_Requirement_
Look below for the line that contains "odometer, startedAt, finishedAt", then copy it and each following line exactly, through and including the line that contains "const [first = '', second".

Material for the task Start Marker

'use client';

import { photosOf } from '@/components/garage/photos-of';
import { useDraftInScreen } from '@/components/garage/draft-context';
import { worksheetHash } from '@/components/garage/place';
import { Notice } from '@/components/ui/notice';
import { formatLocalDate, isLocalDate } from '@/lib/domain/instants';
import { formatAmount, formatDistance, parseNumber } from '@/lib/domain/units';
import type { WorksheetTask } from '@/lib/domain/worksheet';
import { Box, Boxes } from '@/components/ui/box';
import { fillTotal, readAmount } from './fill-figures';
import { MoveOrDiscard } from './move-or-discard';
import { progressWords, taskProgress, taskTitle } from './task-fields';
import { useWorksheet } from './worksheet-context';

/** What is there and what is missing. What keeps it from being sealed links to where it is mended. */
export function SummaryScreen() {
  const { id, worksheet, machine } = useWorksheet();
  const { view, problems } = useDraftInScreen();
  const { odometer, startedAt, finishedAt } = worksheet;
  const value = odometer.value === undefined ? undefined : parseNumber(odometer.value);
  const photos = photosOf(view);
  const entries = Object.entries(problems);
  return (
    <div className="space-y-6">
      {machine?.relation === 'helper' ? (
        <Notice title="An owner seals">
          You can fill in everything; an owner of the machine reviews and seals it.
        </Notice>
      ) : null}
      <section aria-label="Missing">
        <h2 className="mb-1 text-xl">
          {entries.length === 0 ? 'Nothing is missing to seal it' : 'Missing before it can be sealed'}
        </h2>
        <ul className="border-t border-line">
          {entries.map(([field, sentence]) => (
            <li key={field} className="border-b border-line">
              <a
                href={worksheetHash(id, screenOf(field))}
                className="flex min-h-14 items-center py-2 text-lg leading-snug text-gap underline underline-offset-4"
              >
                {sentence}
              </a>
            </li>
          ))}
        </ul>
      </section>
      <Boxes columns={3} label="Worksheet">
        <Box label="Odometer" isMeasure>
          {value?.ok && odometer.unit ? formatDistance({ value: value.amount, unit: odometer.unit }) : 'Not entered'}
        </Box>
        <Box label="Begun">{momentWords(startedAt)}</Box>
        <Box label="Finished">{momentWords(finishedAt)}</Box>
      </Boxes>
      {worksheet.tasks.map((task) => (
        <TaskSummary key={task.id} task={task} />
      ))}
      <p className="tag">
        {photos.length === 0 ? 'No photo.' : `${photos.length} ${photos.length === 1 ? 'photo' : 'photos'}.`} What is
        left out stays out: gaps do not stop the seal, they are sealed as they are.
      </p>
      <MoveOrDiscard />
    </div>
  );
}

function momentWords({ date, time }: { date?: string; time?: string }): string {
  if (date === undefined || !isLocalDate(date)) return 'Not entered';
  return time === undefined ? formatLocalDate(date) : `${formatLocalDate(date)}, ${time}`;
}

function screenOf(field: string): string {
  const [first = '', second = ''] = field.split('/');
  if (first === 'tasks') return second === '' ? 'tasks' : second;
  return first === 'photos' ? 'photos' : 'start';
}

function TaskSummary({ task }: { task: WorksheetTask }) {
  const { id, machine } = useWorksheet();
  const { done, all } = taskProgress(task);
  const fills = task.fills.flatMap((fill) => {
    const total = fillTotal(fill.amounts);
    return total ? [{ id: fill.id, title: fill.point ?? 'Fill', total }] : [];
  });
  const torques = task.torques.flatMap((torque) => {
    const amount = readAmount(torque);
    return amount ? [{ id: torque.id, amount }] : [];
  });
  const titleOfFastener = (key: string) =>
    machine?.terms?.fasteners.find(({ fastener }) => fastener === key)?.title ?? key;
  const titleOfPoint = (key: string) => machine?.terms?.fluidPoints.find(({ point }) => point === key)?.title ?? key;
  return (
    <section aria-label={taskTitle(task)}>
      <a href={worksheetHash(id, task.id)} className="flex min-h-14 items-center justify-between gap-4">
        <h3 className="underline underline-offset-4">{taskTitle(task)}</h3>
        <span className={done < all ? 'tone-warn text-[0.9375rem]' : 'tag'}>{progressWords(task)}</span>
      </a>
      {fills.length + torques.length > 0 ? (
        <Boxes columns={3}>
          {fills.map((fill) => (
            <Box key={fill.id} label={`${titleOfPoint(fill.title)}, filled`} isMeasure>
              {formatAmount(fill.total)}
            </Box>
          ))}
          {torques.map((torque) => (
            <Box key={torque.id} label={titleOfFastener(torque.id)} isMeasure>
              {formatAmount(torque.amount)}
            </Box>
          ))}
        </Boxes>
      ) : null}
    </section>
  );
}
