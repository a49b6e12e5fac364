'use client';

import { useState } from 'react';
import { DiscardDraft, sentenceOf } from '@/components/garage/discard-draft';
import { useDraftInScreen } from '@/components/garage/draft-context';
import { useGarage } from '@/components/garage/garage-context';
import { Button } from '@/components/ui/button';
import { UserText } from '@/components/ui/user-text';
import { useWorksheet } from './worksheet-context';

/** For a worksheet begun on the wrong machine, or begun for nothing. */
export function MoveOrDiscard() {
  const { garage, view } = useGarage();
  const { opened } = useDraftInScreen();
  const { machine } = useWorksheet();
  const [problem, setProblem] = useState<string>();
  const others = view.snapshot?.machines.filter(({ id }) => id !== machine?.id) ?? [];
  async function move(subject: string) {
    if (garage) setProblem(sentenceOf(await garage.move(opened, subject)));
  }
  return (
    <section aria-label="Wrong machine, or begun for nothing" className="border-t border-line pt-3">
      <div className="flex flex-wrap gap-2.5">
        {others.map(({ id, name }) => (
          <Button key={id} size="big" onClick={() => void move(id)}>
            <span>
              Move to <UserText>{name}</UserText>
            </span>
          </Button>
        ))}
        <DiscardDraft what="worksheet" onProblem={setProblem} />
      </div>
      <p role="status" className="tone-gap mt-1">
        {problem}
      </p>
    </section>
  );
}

Material for the task End Marker

_Solution to the problem_
  const { odometer, startedAt, finishedAt } = worksheet;
  const value = odometer.value === undefined ? undefined : parseNumber(odometer.value);
  const photos = photosOf(view);
  const entries = Object.entries(problems);
  return (
    <div className="space-y-6">
      {machine?.relation === 'helper' ? (
        <Notice title="An owner seals">
          You can fill in everything; an owner of the machine reviews and seals it.
        </Notice>
      ) : null}
      <section aria-label="Missing">
        <h2 className="mb-1 text-xl">
          {entries.length === 0 ? 'Nothing is missing to seal it' : 'Missing before it can be sealed'}
        </h2>
        <ul className="border-t border-line">
          {entries.map(([field, sentence]) => (
            <li key={field} className="border-b border-line">
              <a
                href={worksheetHash(id, screenOf(field))}
                className="flex min-h-14 items-center py-2 text-lg leading-snug text-gap underline underline-offset-4"
              >
                {sentence}
              </a>
            </li>
          ))}
        </ul>
      </section>
      <Boxes columns={3} label="Worksheet">
        <Box label="Odometer" isMeasure>
          {value?.ok && odometer.unit ? formatDistance({ value: value.amount, unit: odometer.unit }) : 'Not entered'}
        </Box>
        <Box label="Begun">{momentWords(startedAt)}</Box>
        <Box label="Finished">{momentWords(finishedAt)}</Box>
      </Boxes>
      {worksheet.tasks.map((task) => (
        <TaskSummary key={task.id} task={task} />
      ))}
      <p className="tag">
        {photos.length === 0 ? 'No photo.' : `${photos.length} ${photos.length === 1 ? 'photo' : 'photos'}.`} What is
        left out stays out: gaps do not stop the seal, they are sealed as they are.
      </p>
      <MoveOrDiscard />
    </div>
  );
}

function momentWords({ date, time }: { date?: string; time?: string }): string {
  if (date === undefined || !isLocalDate(date)) return 'Not entered';
  return time === undefined ? formatLocalDate(date) : `${formatLocalDate(date)}, ${time}`;
}

function screenOf(field: string): string {
  const [first = '', second = ''] = field.split('/');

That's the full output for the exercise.